▼

// Figures behind the default dimensionality method: on realistic phantom runs, every automatic
// method's k, and at each of those k the reproducibility index of the components (5 restarts) and how
// many true sources are found. Prints one JSON line per run and k, then a table.
//
//   node --import tsx scripts/measure-dimensionality.ts [--runs XS:1,S:1] [--methods iid-mdl,mdl,…] [--restarts 5] [--threads 2]
//
// --methods limits the decompositions with restarts to those methods' k (all methods' k are printed).
//
// Slow on purpose (several full decompositions per run, up to k = 100 at S size): a measurement, not a test.
import { parseArgs } from 'node:util';
import { decomposeRun, type DecompositionResult } from '@/lib/decomposition/pipeline';
import { decodeNifti, encodeNifti1 } from '@/lib/nifti';
import { generatePhantom, phantomToNiftiInput, type Phantom, type PhantomSize } from '@/lib/phantom';

function pearson(a: ArrayLike<number>, b: ArrayLike<number>): number {
  const n = a.length;
  let ma = 0,
    mb = 0;
  for (let i = 0; i < n; i++) {
    ma += a[i]!;
    mb += b[i]!;
  }
  ma /= n;
  mb /= n;
  let sab = 0,
    saa = 0,
    sbb = 0;
  for (let i = 0; i < n; i++) {
    const x = a[i]! - ma,
      y = b[i]! - mb;
    sab += x * y;
    saa += x * x;
    sbb += y * y;
  }
  return saa > 0 && sbb > 0 ? sab / Math.sqrt(saa * sbb) : 0;
}

/** Best |r| of each truth map with any component map, and which component. */
function matches(p: Phantom, r: DecompositionResult) {
  const V = r.voxelsInMask;
  return p.truth.sources.map((s) => {
    const truth = Array.from(r.maskIndices, (i) => s.map[i]!);
    let best = 0,
      component = -1;
    for (let c = 0; c < r.k; c++) {
      const v = Math.abs(pearson(truth, r.maps.subarray(c * V, (c + 1) * V)));
      if (v > best) [best, component] = [v, c];
    }
    return { name: s.name, r: best, component };
  });
}

const median = (xs: number[]) => {
  if (!xs.length) return NaN;
  const s = [...xs].sort((a, b) => a - b);
  return s.length % 2 ? s[(s.length - 1) / 2]! : (s[s.length / 2 - 1]! + s[s.length / 2]!) / 2;
};
const f2 = (x: number) => (Number.isFinite(x) ? x.toFixed(2) : '—');

async function main() {
  const { values } = parseArgs({
    options: {
      runs: { type: 'string', default: 'XS:1,S:1' },
      restarts: { type: 'string', default: '5' },
      threads: { type: 'string', default: '2' },
      methods: { type: 'string' },
    },
  });
  const only = values.methods ? new Set(values.methods.split(',')) : null;
  const restarts = Number(values.restarts);
  const threads = Number(values.threads);
  const table: string[] = ['run        method   k    median repro  ≥0.8   sources |r|≥0.5  true-source repro median  other repro median'];
  for (const spec of values.runs!.split(',')) {
    const [size, seed] = spec.split(':') as [PhantomSize, string];
    const p = generatePhantom({ size, seed: Number(seed ?? 1), model: 'realistic' });
    const image = decodeNifti(encodeNifti1(phantomToNiftiInput(p)));
    const input = { image, mask: p.truth.brainMask };
    const auto = await decomposeRun(input, { restarts: 1, threads });
    const bound = auto.dimension.range[1];
    const estimates = auto.dimension.estimates;
    console.log(
      JSON.stringify({
        run: `${size}:${seed}`,
        voxels: auto.voxelsInMask,
        timepoints: auto.timepoints,
        sources: p.truth.sources.length,
        bound,
        estimates,
        iidSubsampling: auto.iidSubsampling,
        smoothnessEffectiveSamples: Math.round(auto.smoothness.effectiveSamples),
      }),
    );
    const byK = new Map<number, string[]>();
    for (const [method, k] of Object.entries(estimates)) {
      if (only && !only.has(method)) continue;
      const kk = Math.min(bound, Math.max(2, k));
      byK.set(kk, [...(byK.get(kk) ?? []), method]);
    }
    for (const [k, methods] of [...byK.entries()].sort((a, b) => a[0] - b[0])) {
      const t0 = performance.now();
      const r = await decomposeRun(input, { components: k, restarts, threads });
      const rep = Array.from(r.reproducibility ?? []);
      const m = matches(p, r);
      const found = m.filter((x) => x.r >= 0.5);
      const sourceComponents = new Set(found.map((x) => x.component));
      const trueRep = [...sourceComponents].map((c) => rep[c]!);
      const otherRep = rep.filter((_, c) => !sourceComponents.has(c));
      const row = {
        run: `${size}:${seed}`,
        methods,
        k,
        medianReproducibility: median(rep),
        atLeast08: rep.filter((v) => v >= 0.8).length,
        sourcesFound: found.length,
        trueSourceReproducibility: median(trueRep),
        otherReproducibility: median(otherRep),
        seconds: Number(((performance.now() - t0) / 1000).toFixed(1)),
        converged: r.converged,
        restartsConverged: r.restarts?.converged,
      };
      console.log(JSON.stringify(row));
      table.push(
        `${row.run.padEnd(10)} ${methods.join('/').padEnd(8)} ${String(k).padStart(3)}  ${f2(row.medianReproducibility).padStart(12)}  ${String(row.atLeast08).padStart(4)}   ${String(found.length).padStart(15)}  ${f2(row.trueSourceReproducibility).padStart(24)}  ${f2(row.otherReproducibility).padStart(18)}`,
      );
    }
  }
  console.log(table.join('\n'));
}

main().catch((err: unknown) => {
  console.error(err instanceof Error ? err.message : String(err));
  process.exit(1);
});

▲

→ ASSIGNMENT: Copy out, in full, each line above that has the word "performance" in it.

→ ANSWER BOX:
      const t0 = performance.now();
        seconds: Number(((performance.now() - t0) / 1000).toFixed(1)),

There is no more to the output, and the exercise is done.